◆ SUPPLIED ENTRIES ◆
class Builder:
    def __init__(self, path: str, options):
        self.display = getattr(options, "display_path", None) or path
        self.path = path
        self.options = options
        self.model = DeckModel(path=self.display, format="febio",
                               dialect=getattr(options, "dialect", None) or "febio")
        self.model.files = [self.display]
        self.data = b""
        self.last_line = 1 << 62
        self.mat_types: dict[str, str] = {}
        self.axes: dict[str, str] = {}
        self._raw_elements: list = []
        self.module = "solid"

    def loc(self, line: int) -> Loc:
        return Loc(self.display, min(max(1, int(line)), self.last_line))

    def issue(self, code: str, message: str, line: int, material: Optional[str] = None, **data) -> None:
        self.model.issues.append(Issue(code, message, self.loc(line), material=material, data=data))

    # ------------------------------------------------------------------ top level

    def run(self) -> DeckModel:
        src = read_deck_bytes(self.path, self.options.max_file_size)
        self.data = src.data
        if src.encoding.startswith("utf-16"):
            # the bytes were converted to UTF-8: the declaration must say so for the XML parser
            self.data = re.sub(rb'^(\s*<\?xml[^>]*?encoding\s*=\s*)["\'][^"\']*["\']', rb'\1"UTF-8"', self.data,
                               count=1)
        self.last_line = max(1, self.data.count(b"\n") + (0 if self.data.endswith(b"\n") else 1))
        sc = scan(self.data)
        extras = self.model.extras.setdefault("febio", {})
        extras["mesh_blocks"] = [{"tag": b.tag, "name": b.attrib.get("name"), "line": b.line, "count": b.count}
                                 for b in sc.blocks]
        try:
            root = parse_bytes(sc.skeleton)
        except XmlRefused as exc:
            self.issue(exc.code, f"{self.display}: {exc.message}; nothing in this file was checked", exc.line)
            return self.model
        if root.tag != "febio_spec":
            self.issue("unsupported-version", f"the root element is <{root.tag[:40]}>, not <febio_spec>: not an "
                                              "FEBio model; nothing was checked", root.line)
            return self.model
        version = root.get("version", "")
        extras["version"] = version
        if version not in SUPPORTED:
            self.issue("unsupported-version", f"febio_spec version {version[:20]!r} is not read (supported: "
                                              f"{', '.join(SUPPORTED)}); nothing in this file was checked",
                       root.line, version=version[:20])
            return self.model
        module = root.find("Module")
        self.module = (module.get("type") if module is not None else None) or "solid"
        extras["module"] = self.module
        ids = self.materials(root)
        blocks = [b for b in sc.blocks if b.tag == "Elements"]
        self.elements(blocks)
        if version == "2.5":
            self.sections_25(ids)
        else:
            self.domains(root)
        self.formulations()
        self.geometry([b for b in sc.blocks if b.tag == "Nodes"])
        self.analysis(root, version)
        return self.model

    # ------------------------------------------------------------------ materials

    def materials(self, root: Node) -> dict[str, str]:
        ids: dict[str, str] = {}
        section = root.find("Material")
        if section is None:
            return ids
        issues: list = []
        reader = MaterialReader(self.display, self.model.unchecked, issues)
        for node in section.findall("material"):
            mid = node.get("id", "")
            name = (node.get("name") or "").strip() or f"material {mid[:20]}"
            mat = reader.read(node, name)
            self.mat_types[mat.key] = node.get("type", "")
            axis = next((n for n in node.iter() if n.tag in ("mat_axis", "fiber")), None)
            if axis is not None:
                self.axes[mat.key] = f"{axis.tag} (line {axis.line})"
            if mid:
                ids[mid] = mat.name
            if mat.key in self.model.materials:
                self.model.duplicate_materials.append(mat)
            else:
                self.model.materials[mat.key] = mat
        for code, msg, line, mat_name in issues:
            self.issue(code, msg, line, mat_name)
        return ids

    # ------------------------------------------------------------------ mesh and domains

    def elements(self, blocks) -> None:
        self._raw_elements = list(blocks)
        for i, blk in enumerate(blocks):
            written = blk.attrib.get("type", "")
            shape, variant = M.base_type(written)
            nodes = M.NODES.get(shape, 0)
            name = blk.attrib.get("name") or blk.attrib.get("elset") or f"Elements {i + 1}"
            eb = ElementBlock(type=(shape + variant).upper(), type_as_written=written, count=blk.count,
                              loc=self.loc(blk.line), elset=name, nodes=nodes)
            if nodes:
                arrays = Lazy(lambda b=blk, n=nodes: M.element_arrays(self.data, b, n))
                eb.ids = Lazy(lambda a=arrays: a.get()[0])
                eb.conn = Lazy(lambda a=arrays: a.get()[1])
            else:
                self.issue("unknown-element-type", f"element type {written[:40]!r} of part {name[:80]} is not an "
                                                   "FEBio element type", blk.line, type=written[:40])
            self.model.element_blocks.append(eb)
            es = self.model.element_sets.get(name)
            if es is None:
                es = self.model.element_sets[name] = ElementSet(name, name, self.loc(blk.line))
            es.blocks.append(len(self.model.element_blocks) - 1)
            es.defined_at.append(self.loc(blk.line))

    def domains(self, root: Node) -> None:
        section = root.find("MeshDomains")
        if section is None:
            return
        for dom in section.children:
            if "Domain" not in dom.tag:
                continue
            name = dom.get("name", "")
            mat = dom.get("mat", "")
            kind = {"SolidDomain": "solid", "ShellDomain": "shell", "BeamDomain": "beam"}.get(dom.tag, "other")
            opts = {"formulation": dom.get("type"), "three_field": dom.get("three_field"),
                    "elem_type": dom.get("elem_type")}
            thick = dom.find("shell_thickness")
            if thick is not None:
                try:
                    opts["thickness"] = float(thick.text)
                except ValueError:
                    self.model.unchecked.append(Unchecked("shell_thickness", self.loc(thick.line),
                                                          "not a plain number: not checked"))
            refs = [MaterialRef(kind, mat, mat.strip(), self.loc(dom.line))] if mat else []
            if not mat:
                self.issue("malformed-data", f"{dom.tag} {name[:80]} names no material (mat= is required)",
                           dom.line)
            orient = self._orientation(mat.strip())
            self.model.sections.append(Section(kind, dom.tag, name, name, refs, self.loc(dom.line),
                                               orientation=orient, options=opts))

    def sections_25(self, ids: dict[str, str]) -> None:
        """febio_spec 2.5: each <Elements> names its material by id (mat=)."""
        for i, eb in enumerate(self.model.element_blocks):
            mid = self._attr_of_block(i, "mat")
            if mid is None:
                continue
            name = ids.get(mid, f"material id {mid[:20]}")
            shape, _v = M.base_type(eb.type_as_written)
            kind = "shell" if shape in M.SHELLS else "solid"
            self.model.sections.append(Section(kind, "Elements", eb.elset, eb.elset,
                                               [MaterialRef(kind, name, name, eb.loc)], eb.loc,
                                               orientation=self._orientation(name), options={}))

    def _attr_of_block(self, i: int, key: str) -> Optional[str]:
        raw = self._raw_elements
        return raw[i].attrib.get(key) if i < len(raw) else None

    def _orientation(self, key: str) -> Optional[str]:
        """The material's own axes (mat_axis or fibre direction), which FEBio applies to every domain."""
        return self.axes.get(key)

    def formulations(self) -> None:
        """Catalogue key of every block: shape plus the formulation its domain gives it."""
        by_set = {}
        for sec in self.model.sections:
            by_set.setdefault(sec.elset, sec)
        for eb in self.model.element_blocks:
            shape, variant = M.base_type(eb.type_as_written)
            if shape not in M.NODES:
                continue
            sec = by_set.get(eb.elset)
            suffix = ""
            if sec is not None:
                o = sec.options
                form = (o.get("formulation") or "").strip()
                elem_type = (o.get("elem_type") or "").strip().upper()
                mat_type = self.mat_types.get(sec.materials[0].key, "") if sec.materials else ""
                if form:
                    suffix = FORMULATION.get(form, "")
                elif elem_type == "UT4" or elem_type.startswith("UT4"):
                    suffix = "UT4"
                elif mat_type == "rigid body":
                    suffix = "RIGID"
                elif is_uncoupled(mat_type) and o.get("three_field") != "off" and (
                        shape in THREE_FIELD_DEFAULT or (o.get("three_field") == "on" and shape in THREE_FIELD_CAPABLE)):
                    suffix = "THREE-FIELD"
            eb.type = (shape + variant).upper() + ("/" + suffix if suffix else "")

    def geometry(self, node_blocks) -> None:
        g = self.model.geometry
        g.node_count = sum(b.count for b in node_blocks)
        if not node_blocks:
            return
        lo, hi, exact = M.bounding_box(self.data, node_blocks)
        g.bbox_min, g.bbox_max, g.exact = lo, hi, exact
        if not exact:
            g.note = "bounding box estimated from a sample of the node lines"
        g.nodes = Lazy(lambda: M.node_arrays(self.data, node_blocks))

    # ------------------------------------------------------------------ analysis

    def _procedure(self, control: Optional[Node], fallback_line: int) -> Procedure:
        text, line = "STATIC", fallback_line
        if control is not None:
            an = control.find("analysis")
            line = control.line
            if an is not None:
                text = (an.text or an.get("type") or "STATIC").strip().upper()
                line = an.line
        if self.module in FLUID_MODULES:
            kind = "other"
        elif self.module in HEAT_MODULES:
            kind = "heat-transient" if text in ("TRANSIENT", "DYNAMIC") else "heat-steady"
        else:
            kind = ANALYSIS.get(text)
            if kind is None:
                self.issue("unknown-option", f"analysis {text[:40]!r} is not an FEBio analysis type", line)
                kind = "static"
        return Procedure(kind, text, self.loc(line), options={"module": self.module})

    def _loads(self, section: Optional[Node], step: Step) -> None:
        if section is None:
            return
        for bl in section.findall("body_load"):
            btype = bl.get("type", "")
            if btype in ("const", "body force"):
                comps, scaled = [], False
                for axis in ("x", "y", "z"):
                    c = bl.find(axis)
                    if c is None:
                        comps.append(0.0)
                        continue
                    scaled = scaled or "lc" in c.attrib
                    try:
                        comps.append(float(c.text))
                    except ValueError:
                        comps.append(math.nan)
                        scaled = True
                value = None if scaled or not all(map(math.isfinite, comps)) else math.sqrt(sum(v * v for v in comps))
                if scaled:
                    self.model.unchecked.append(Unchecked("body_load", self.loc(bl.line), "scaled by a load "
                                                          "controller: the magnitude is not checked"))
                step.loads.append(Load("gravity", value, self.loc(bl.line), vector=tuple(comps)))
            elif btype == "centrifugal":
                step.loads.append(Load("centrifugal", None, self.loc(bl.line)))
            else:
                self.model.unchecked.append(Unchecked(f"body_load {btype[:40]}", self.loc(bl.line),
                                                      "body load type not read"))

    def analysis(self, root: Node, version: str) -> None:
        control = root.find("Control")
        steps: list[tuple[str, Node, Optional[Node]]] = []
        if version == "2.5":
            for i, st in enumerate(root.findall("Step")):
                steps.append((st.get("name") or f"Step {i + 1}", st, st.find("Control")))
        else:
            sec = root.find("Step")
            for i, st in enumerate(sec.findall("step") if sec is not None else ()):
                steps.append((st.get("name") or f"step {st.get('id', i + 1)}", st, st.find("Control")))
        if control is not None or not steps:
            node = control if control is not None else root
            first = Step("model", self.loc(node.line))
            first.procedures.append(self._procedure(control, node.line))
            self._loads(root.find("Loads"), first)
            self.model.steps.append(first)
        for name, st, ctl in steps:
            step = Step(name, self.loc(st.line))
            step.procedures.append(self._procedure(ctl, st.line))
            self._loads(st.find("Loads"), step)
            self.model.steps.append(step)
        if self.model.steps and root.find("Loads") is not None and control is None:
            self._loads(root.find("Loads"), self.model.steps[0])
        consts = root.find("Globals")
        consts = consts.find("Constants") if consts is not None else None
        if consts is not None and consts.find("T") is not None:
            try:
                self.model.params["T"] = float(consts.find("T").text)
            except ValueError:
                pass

◆ WHAT NEEDS TO BE DONE ◆
Taking the records above, retype every line from the one with "return Loc(self.display, min(max(1, int(line)), self.last_line))" down to the one with "root = parse_bytes(sc.skeleton)", exactly and with nothing else.

◆ ANSWER SECTION ◆
        return Loc(self.display, min(max(1, int(line)), self.last_line))

    def issue(self, code: str, message: str, line: int, material: Optional[str] = None, **data) -> None:
        self.model.issues.append(Issue(code, message, self.loc(line), material=material, data=data))

    # ------------------------------------------------------------------ top level

    def run(self) -> DeckModel:
        src = read_deck_bytes(self.path, self.options.max_file_size)
        self.data = src.data
        if src.encoding.startswith("utf-16"):
            # the bytes were converted to UTF-8: the declaration must say so for the XML parser
            self.data = re.sub(rb'^(\s*<\?xml[^>]*?encoding\s*=\s*)["\'][^"\']*["\']', rb'\1"UTF-8"', self.data,
                               count=1)
        self.last_line = max(1, self.data.count(b"\n") + (0 if self.data.endswith(b"\n") else 1))
        sc = scan(self.data)
        extras = self.model.extras.setdefault("febio", {})
        extras["mesh_blocks"] = [{"tag": b.tag, "name": b.attrib.get("name"), "line": b.line, "count": b.count}
                                 for b in sc.blocks]
        try:
            root = parse_bytes(sc.skeleton)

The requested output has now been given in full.